START Information shown

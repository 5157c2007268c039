"""The one PARI instance of the certifier (cypari2), used for generic algebra only: factoring
integers and polynomials over Q, and counting points over finite fields."""
import warnings

import cypari2

pari = cypari2.Pari()
pari.allocatemem(10 ** 8, 4 * 10 ** 9, silent=True)  # start at 100 MB; PARI doubles its stack up to 4 GB as needed
# An interrupted factorisation (certify.curves.FACTORING_SECONDS) leaves PARI stack behind; cypari2
# reclaims it and says so in a warning that must not reach a one-line error message.
warnings.filterwarnings("ignore", message="cypari2 leaked", category=RuntimeWarning)
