"""The analytic rank witness: the order of vanishing of L(E, s) at s = 1 when it is 0 or 1, with the entry
the verifier's ``certify.verifier.lseries.check_analytic_witness`` checks.

The certifier computes in floating point what the verifier will prove with intervals (see the formulas in
``certify.verifier.lseries``): S(r) = Σ (a_n/n) e^(−rn) at r = c/A, c, cA (c = 2π/√N), the root-number tests
G = S(c/A) − S(cA) (zero when w = −1) and D = S(c/A) + S(cA) − 2 S(c) (zero when w = +1), L(E, 1) and
L′(E, 1) = 2 Σ (a_n/n) E₁(cn). The a_n come from a_p by PARI's point counts at the good primes and from the
reduction types at the bad ones; E₁ from mpmath. Then it picks the precision b (enough bits to see the smaller
of the test and the value, with a margin) and the least truncation point M whose tails the verifier's own
``check_truncation`` accepts. Analytic rank 2 or more, or a value too small to separate from 0, gives no
witness: nothing is then proven.

Frobenius hints, so that the verifier need not count Ẽ(F_p) at the larger primes: at each good prime
HINT_THRESHOLD < p ≤ M with N = p + 1 − a_p > 4√p (a_p by PARI's ellap), the first point of order N among
those with x = 0, 1, 2, … (PARI's polrootsmod for y, ellgroup and ellorder over F_p), tried at HINT_ATTEMPTS
abscissae at most; none when Ẽ(F_p) is not cyclic or no such point turns up. The choice is deterministic.
"""
from __future__ import annotations

import math
from fractions import Fraction

import mpmath

from certify.conductor import certify_conductor
from certify.pari import frobenius_trace, pari
from certify.verifier.errors import Rejection
from certify.verifier.limits import MAX_TRUNCATION
from certify.verifier.lseries import (TRACE_AT_BAD_PRIME, check_truncation, dirichlet_coefficients, primes_up_to,
                                      read_witness)

TEST_POINTS = (Fraction(6, 5), Fraction(3, 2), Fraction(2))
"""Functional-equation test points A tried in turn (a larger A separates w = ±1 better and costs a larger M)."""

MIN_BITS = 32
"""Least precision claimed: the enclosures are then narrower than 10⁻⁸."""

MARGIN_BITS = 12
"""Bits of precision beyond those needed to see the smaller of the root-number test and the value."""

ESTIMATE_BITS = 60
"""Tails of the floating-point estimate are below 2^−ESTIMATE_BITS."""

ZERO = 2.0 ** -36
"""A floating-point test or value smaller than this is taken for 0 (the estimate errs by about 10⁻¹³)."""

HINT_THRESHOLD = 300
"""Frobenius hints only at primes above this: below it the verifier counts Ẽ(F_p) as fast as it checks a
hint (a few multiples of a point, each some 30 group operations; see bench/bench_analytic.py)."""

HINT_ATTEMPTS = 12
"""Most abscissae tried for a point of order N = #Ẽ(F_p): in a cyclic group a point is a generator with
probability φ(N)/N, above 1/5 for N < 30,030."""


def analytic_witness(a, conductor_certificate: dict | None = None) -> dict | None:
    """The analytic witness entry for the curve with coefficients ``a`` (Fractions), or None when the analytic
    rank is 2 or more, undecided in floating point, or beyond the verifier's limits. ``conductor_certificate``
    is the curve's conductor certificate when already built."""
    cert = conductor_certificate or certify_conductor(tuple(a))
    conductor = int(cert["claim"]["conductor"])
    model = tuple(int(c) for c in cert["evidence"]["minimal_model"]["curve"])
    bad = {int(entry["prime"]): TRACE_AT_BAD_PRIME[entry["reduction"]] for entry in cert["claim"]["bad_primes"]}
    for test_point in TEST_POINTS:
        found = estimate(model, conductor, bad, test_point)
        if found is None:
            continue
        order, bits = found
        truncation = least_truncation(conductor, bits, test_point)
        entry = {"conductor": cert["evidence"], "order": str(order), "root_number": str((-1) ** order),
                 "truncation": str(truncation), "precision_bits": str(bits), "test_point": str(test_point),
                 "frobenius_hints": frobenius_hints(model, bad, truncation)}
        try:
            read_witness(entry, "analytic")
        except Rejection:
            return None
        return entry
    return None


def frobenius_hints(model, bad, truncation: int, threshold: int = HINT_THRESHOLD) -> list:
    """The hint entries [{"prime", "trace", "point"}] for the good primes threshold < p ≤ M where
    ``frobenius_hint`` finds one."""
    hints = []
    for p in primes_up_to(truncation):
        if p > threshold and p not in bad:
            hint = frobenius_hint(model, p)
            if hint is not None:
                hints.append(hint)
    return hints


def frobenius_hint(model, p: int) -> dict | None:
    """{"prime": p, "trace": a_p, "point": [x, y]} with (x, y) a point of Ẽ(F_p) of order N = p + 1 − a_p on
    the integral model at the good prime p, or None when N ≤ 4√p (the verifier could not single out N), when
    Ẽ(F_p) is not cyclic, or when no point of order N is met at the first HINT_ATTEMPTS abscissae x = 0, 1, …
    that carry points (y the least root of the equation modulo p)."""
    trace = frobenius_trace(model, p)
    count = p + 1 - trace
    if count * count <= 16 * p:
        return None
    curve = pari.ellinit(list(model), p)
    if len(pari.ellgroup(curve)) > 1:
        return None
    a1, a2, a3, a4, a6 = model
    attempts = 0
    for x in range(p):
        roots = pari.polrootsmod(pari.Pol([1, a1 * x + a3, -(x ** 3 + a2 * x * x + a4 * x + a6)]), p)
        if not len(roots):
            continue
        y = int(pari.lift(roots[0]))
        if int(pari.ellorder(curve, [x, y], count)) == count:
            return {"prime": str(p), "trace": str(trace), "point": [str(x), str(y)]}
        attempts += 1
        if attempts == HINT_ATTEMPTS:
            return None
    return None


def coefficients(model, conductor: int, bad: dict, truncation: int) -> list:
    """[0, a_1, …, a_M]: a_p by PARI's point counts at good p, the reduction type at bad p."""
    traces = {p: bad[p] if p in bad else frobenius_trace(model, p) for p in primes_up_to(truncation)}
    return dirichlet_coefficients(traces, set(bad), truncation)


def estimate(model, conductor: int, bad: dict, test_point: Fraction):
    """(order, precision bits) from the floating-point values at the test point A, or None when the root
    number is not separated at this A or the analytic rank is not 0 or 1."""
    c = 2 * math.pi / math.sqrt(conductor)
    slowest = c / float(test_point)
    # Σ_{n>M} e^(−s·n) = e^(−s·M)/(1 − e^(−s)); −log(1 − e^(−s)) as −log(−expm1(−s)), finite for a tiny s
    truncation = math.ceil((ESTIMATE_BITS * math.log(2) - math.log(-math.expm1(-slowest))) / slowest)
    if truncation > 2 * MAX_TRUNCATION:
        return None
    a = coefficients(model, conductor, bad, truncation)
    s = {rate: sum(a[n] / n * math.exp(-rate * n) for n in range(1, truncation + 1))
         for rate in (slowest, c, c * float(test_point))}
    plus_test = s[slowest] - s[c * float(test_point)]
    minus_test = s[slowest] + s[c * float(test_point)] - 2 * s[c]
    if abs(plus_test) > ZERO and abs(minus_test) <= ZERO:
        order, test, value = 0, plus_test, s[slowest] + s[c * float(test_point)]
    elif abs(minus_test) > ZERO and abs(plus_test) <= ZERO:
        order, test = 1, minus_test
        value = 2 * sum(a[n] / n * float(mpmath.e1(c * n)) for n in range(1, truncation + 1) if a[n])
    else:
        return None
    if abs(value) <= ZERO:
        return None
    return order, max(MIN_BITS, math.ceil(-math.log2(min(abs(test), abs(value)))) + MARGIN_BITS)


def least_truncation(conductor: int, bits: int, test_point: Fraction) -> int:
    """The least M whose tails the verifier accepts at b bits, from the floating-point estimate of
    e^(−r(M+1))/(1 − e^(−r)) ≤ 2^−b at r = c/A, stepped up until ``check_truncation`` agrees."""
    rate = 2 * math.pi / math.sqrt(conductor) / float(test_point)
    truncation = max(1, math.floor((bits * math.log(2) - math.log1p(-math.exp(-rate))) / rate) - 2)
    while truncation <= MAX_TRUNCATION:
        try:
            check_truncation(conductor, truncation, bits, test_point)
            return truncation
        except Rejection:
            truncation += 1
    return truncation
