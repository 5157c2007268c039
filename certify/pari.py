"""The one PARI instance of the certifier (cypari2), used for generic algebra only: factoring
integers and polynomials over Q, and counting points over finite fields."""
import cypari2

pari = cypari2.Pari()
pari.allocatemem(10 ** 8, 4 * 10 ** 9, silent=True)  # start at 100 MB; PARI doubles its stack up to 4 GB as needed
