@dataclass(frozen=True)
class Fact:
    """One column of facts read from a kind of certificate, with its writer in each format; ``csv`` lists
    the CSV columns it fills, each (name, writer)."""
    heading: str
    latex_heading: str
    latex_width: int
    """The column's share of the text width, in hundredths."""
    latex_narrow: int
    """Its share when more than three kinds are shown: as wide as its longest heading word, no wider."""
    read: Callable[[dict], object]
    text: Callable[[object], str]
    latex: Callable[[object], str]
    csv: tuple


@dataclass(frozen=True)
class Kind:
    """A kind of certificate as the table shows it: what the caption calls its claims, its facts and the
    heading of its digest column (in LaTeX ``latex_name``, as narrow as four hex digits or little more)."""
    name: str
    plural: str
    digest_heading: str
    facts: tuple
    latex_name: str


def group_in_words(invariants) -> str:
    """Z/2Z × Z/4Z for [2, 4]; 'trivial' for the trivial group."""
    return group_name(invariants) if invariants else "trivial"


def latex_group(invariants) -> str:
    """$\\mathbb{Z}/2\\mathbb{Z} \\times \\mathbb{Z}/4\\mathbb{Z}$; 'trivial' for the trivial group."""
    if not invariants:
        return "trivial"
    return "$" + " \\times ".join(f"\\mathbb{{Z}}/{n}\\mathbb{{Z}}" for n in invariants) + "$"


def listed(values) -> str:
    """[2,4] as CSV writes a list."""
    return "[" + ",".join(map(str, values)) + "]"


TORSION = Kind("torsion", "torsion subgroups", "torsion certificate", (
    Fact("E(Q)_tors", "$E(\\mathbb{Q})_{\\mathrm{tors}}$", 15, 10,
         lambda cert: [int(n) for n in cert["claim"]["invariants"]], group_in_words, latex_group,
         (("torsion", group_in_words), ("torsion_invariants", listed))),
), "torsion")
ISOGENY_CLASS = Kind("class", "isogeny classes", "class certificate", (
    Fact("class size", "class size", 6, 6, lambda cert: class_facts(cert)[0], str, str, (("class_size", str),)),
    Fact("isogeny degrees from E", "isogeny degrees from $E$", 11, 8, lambda cert: class_facts(cert)[1],
         lambda d: ", ".join(map(str, d)), lambda d: ", ".join(map(str, d)), (("degrees", listed),)),
), "class")
CONDUCTOR = Kind("conductor", "conductors", "conductor certificate", (
    Fact("conductor N", "conductor $N$", 11, 11, lambda cert: int(cert["claim"]["conductor"]), str, str,
         (("conductor", str),)),
), "cond.")


def rank_bounds(cert: dict) -> tuple:
    """(rank_lower, rank_upper or None) of a rank certificate's claim."""
    claim = cert["claim"]
    return int(claim["rank_lower"]), None if claim["rank_upper"] is None else int(claim["rank_upper"])


def rank_text(bounds: tuple) -> str:
    """The rank as a table cell: '2' when the bounds meet, '1–3' for bounds, '≥ 1' without an upper bound."""
    lower, upper = bounds
    return str(lower) if lower == upper else f"≥ {lower}" if upper is None else f"{lower}–{upper}"


def latex_rank(bounds: tuple) -> str:
    """rank_text in LaTeX: 2, 1--3, $\\geq 1$."""
    lower, upper = bounds
    return str(lower) if lower == upper else f"$\\geq {lower}$" if upper is None else f"{lower}--{upper}"


RANK = Kind("rank", "ranks", "rank certificate", (
    Fact("rank", "rank", 5, 5, rank_bounds, rank_text, latex_rank,
         (("rank", rank_text), ("rank_lower", lambda bounds: str(bounds[0])),
          ("rank_upper", lambda bounds: "" if bounds[1] is None else str(bounds[1])))),
), "rank")
KINDS = {"certify-torsion": TORSION, "certify-isogeny-class": ISOGENY_CLASS, "certify-conductor": CONDUCTOR,
         "certify-rank": RANK}
"""Certificate format → how the table shows it, in column order."""


class TableError(ValueError):
    """A certificate the verifier accepts is of a kind the table has no columns for (not yet in KINDS)."""


def table_rows(certificates) -> list:
    """[{"curve", "label", "line", kind name: {"facts": [...], "digest"}}] from (name, certificate,
    verdict) triples: one row per curve, in order of first appearance, or in the order of the batch
    file's lines when every certificate records its line."""
    rows = {}
    for name, cert, verdict in certificates:
        metadata = cert.get("metadata") if isinstance(cert.get("metadata"), dict) else {}
        row = rows.setdefault(tuple(cert["curve"]), {"curve": cert["curve"], "label": "", "line": None})
        row["label"] = row["label"] or str(metadata.get("label") or "")
        line = str(metadata.get("input_line") or "")
        row["line"] = int(line) if line.isdigit() else row["line"]
        kind = KINDS.get(cert["format"])
        if kind is None:
            raise TableError(f"{name}: certify table has no columns for {cert['format']} certificates")
        row[kind.name] = {"facts": [fact.read(cert) for fact in kind.facts], "digest": verdict["digest"]}
    ordered = list(rows.values())
    if all(row["line"] is not None for row in ordered):
        ordered.sort(key=lambda row: row["line"])
    return ordered
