def curve_from_numbers(values) -> tuple[Fraction, ...]:
    """a1..a6 from a list of 5 numbers [a1, a2, a3, a4, a6] or 2 [A, B] (y² = x³ + Ax + B), each an int, a
    Fraction or a string '-3' or '3/16'; floats (inexact) and bools are refused, and so is a singular curve."""
    if not isinstance(values, (list, tuple)):
        raise CurveInputError(f"a curve is CURVE text or a list of 5 or 2 numbers, not a {type(values).__name__}")
    if len(values) not in (2, 5):
        raise CurveInputError(f"expected 5 coefficients [a1,a2,a3,a4,a6] or 2 [A,B], got {len(values)}")
    numbers = []
    for value in values:
        if isinstance(value, str):
            numbers.append(_rational(value))
        elif isinstance(value, (int, Fraction)) and not isinstance(value, bool):
            numbers.append(_check_size(Fraction(value)))
        else:
            raise CurveInputError(f"not a rational number: {value!r} (give an int, a Fraction or a string "
                                  "such as '3/16')")
    return _nonsingular(tuple(numbers) if len(numbers) == 5 else (Fraction(0), Fraction(0), Fraction(0), *numbers))


def _nonsingular(a: tuple) -> tuple:
    """``a`` itself, once its discriminant is known not to be 0."""
    if Curve(a).discriminant == 0:
        raise CurveInputError("the curve is singular (its discriminant is 0)")
    return a


def parse_curve(text: str) -> tuple[Fraction, ...]:
    """Read CURVE: ``[a1,a2,a3,a4,a6]``, ``[A,B]`` (y² = x³ + Ax + B) or a Weierstrass equation, written
    as people type it (``y^2 + xy - (3/16)y = x^3 - (3/16)x^2``, ``y² = x(x-1)(x+1)``, ``Y**2 = X**3 - X/4``).

    Returns the five coefficients a1..a6 as Fractions; raises CurveInputError with a one-line
    reason for anything else, including singular curves.
    """
    if len(text) > MAX_INPUT_LENGTH:
        raise CurveInputError(f"the curve is {len(text)} characters long; the limit is {MAX_INPUT_LENGTH}")
    stripped = text.strip()
    if stripped.startswith("[") and stripped.endswith("]"):
        return _from_list(stripped)
    if "=" not in stripped:
        raise CurveInputError("expected [a1,a2,a3,a4,a6], [A,B] or an equation such as y^2 + xy = x^3 - x^2 + 3")
    return _nonsingular(_from_equation(stripped))


def format_rational(value: Fraction) -> str:
    """The decimal string of a rational: '-3', '5/4'."""
    return str(value.numerator) if value.denominator == 1 else f"{value.numerator}/{value.denominator}"


@dataclass(frozen=True)
class Curve:
    """A Weierstrass model over Q given by its coefficients (a1, a2, a3, a4, a6)."""

    a: tuple

    def __post_init__(self):
        object.__setattr__(self, "a", tuple(c if type(c) is Fraction else Fraction(c) for c in self.a))

    @cached_property
    def b(self) -> tuple:
        """(b2, b4, b6, b8) of Silverman III.1."""
        return tuple(Fraction(v) for v in b_invariants(_plain(self.a)))

    @cached_property
    def c4(self) -> Fraction:
        return Fraction(self._c[0])

    @cached_property
    def c6(self) -> Fraction:
        return Fraction(self._c[1])

    @cached_property
    def _c(self) -> tuple:
        return c_invariants(_plain(self.a))

    @cached_property
    def discriminant(self) -> Fraction:
        return Fraction(discriminant(_plain(self.a)))

    @cached_property
    def j(self) -> Fraction:
        return self.c4 ** 3 / self.discriminant

    def change(self, change: Change) -> "Curve":
        """The model obtained by x = u²x' + r, y = u³y' + su²x' + t (Silverman III.1, Table 3.1)."""
        u, r, s, t = change
        return Curve(change_model(_plain(self.a), (Fraction(u), *_plain((r, s, t)))))

    def integral_model(self) -> tuple["Curve", Change]:
        """An integral model [1/d, 0, 0, 0]: d the least integer making every d^i·a_i integral, or the lcm
        of the denominators itself when it cannot be factored in time (still integral, not least)."""
        return self._integral

    @cached_property
    def _integral(self) -> tuple["Curve", Change]:
        denominators = math.lcm(*(c.denominator for c in self.a))
        if denominators == 1:
            return self, (Fraction(1), Fraction(0), Fraction(0), Fraction(0))
        try:
            d = 1
            for p in _primes_dividing(denominators):
                d *= p ** max(-(-_valuation(c.denominator, p) // i) for i, c in zip((1, 2, 3, 4, 6), self.a))
        except FactoringTooHard:
            d = denominators
        change = (Fraction(1, d), Fraction(0), Fraction(0), Fraction(0))
        return self.change(change), change

    def minimal_model(self) -> tuple["Curve", Change]:
        """The reduced minimal model and the change [u, r, s, t] from this model to it.

        Minimal at p ≥ 5 means not (p⁴ | c4 and p⁶ | c6); at 2 and 3 the scaled invariants must
        keep Δ integral and satisfy Kraus's conditions (Kraus 1989; Cremona, *Algorithms*, §3.2): v3(c6) ≠ 2, and
        c6 ≡ −1 (mod 4) or (16 | c4 and c6 ≡ 0, 8 (mod 32)). The reduced model with a1, a3 ∈ {0, 1},
        a2 ∈ {−1, 0, 1} is then rebuilt from (c4, c6) with b2 ≡ −c6 (mod 12) (Cremona §3.2).
        The torsion and the isogeny-class certificate of one curve share the computation (a cache).
        """
        return _minimal_model(self)

    def _minimal_model(self) -> tuple["Curve", Change]:
        integral, to_integral = self.integral_model()
        c4, c6, discriminant = int(integral.c4), int(integral.c6), int(integral.discriminant)
        u = 1
        # p⁴ | c4 and p⁶ | c6 force p⁴ | gcd(c4, c6): only that (small) number needs factoring.
        for p in _primes_dividing(math.gcd(c4, c6)):
            e = min(_valuation(c4, p) // 4 if c4 else 10 ** 9, _valuation(c6, p) // 6 if c6 else 10 ** 9)
            while e > 0 and not (_valuation(discriminant, p) >= 12 * e
                                 and _kraus_at(p, c4 // p ** (4 * e), c6 // p ** (6 * e))):
                e -= 1
            u *= p ** e
        c4, c6 = c4 // u ** 4, c6 // u ** 6
        b2 = (-c6) % 12
        if b2 > 6:
            b2 -= 12
        b4 = (b2 * b2 - c4) // 24
        b6 = (-b2 ** 3 + 36 * b2 * b4 - c6) // 216
        a1, a3 = b2 % 2, b6 % 2
        minimal = Curve((a1, (b2 - a1) // 4, a3, (b4 - a1 * a3) // 2, (b6 - a3) // 4))
        return minimal, self.change_to(minimal, to_integral[0] * u)

    def change_to(self, other: "Curve", u: Fraction) -> Change:
        """The change [u, r, s, t] taking this model to the isomorphic model ``other``, given u.

        With u fixed, r, s, t are forced by the formulas for a1', a2', a3' (Silverman III.1, Table 3.1)."""
        (a1, a2, a3, _, _), (b1, b2, b3, _, _) = _plain(self.a), _plain(other.a)
        s = Fraction(u * b1 - a1, 2)
        r = (u * u * b2 - a2 + s * a1 + s * s) / 3
        t = (u ** 3 * b3 - a3 - r * a1) / 2
        if self.change((u, r, s, t)) != other:
            raise ArithmeticError("the models are not isomorphic by a change with this u")
        return (u, r, s, t)

    def equation(self) -> str:
        """The model as mathematicians write it: y^2 + xy + y = x^3 - x^2 - 10x - 20."""
        from certify.verifier.report import equation

        return equation(self.a)


_minimal_model = functools.lru_cache(maxsize=256)(Curve._minimal_model)


def _plain(values) -> tuple:
    """The rationals with the integers among them as int, for fast exact arithmetic (the results of
    +, −, × on them are the same numbers)."""
    return tuple(v.numerator if v.denominator == 1 else v for v in values)


def _kraus_at(p: int, c4: int, c6: int) -> bool:
    """Kraus's local condition at p for (c4, c6) to be the invariants of a model integral at p."""
    if p == 3:
        return _valuation(c6, 3) != 2 if c6 else True
    if p == 2:
        return c6 % 4 == 3 or (c4 % 16 == 0 and c6 % 32 in (0, 8))
    return True


def _valuation(n: int, p: int) -> int:
    """The exponent of p in the non-zero integer n."""
    n, v = abs(n), 0
    while n % p == 0:
        n //= p
        v += 1
    return v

END Information shown

## Work to be completed:
What lines of the data include the word "degrees"? Copy each of them.

## Exercise result:
    Fact("isogeny degrees from E", "isogeny degrees from $E$", 11, 8, lambda cert: class_facts(cert)[1],
         lambda d: ", ".join(map(str, d)), lambda d: ", ".join(map(str, d)), (("degrees", listed),)),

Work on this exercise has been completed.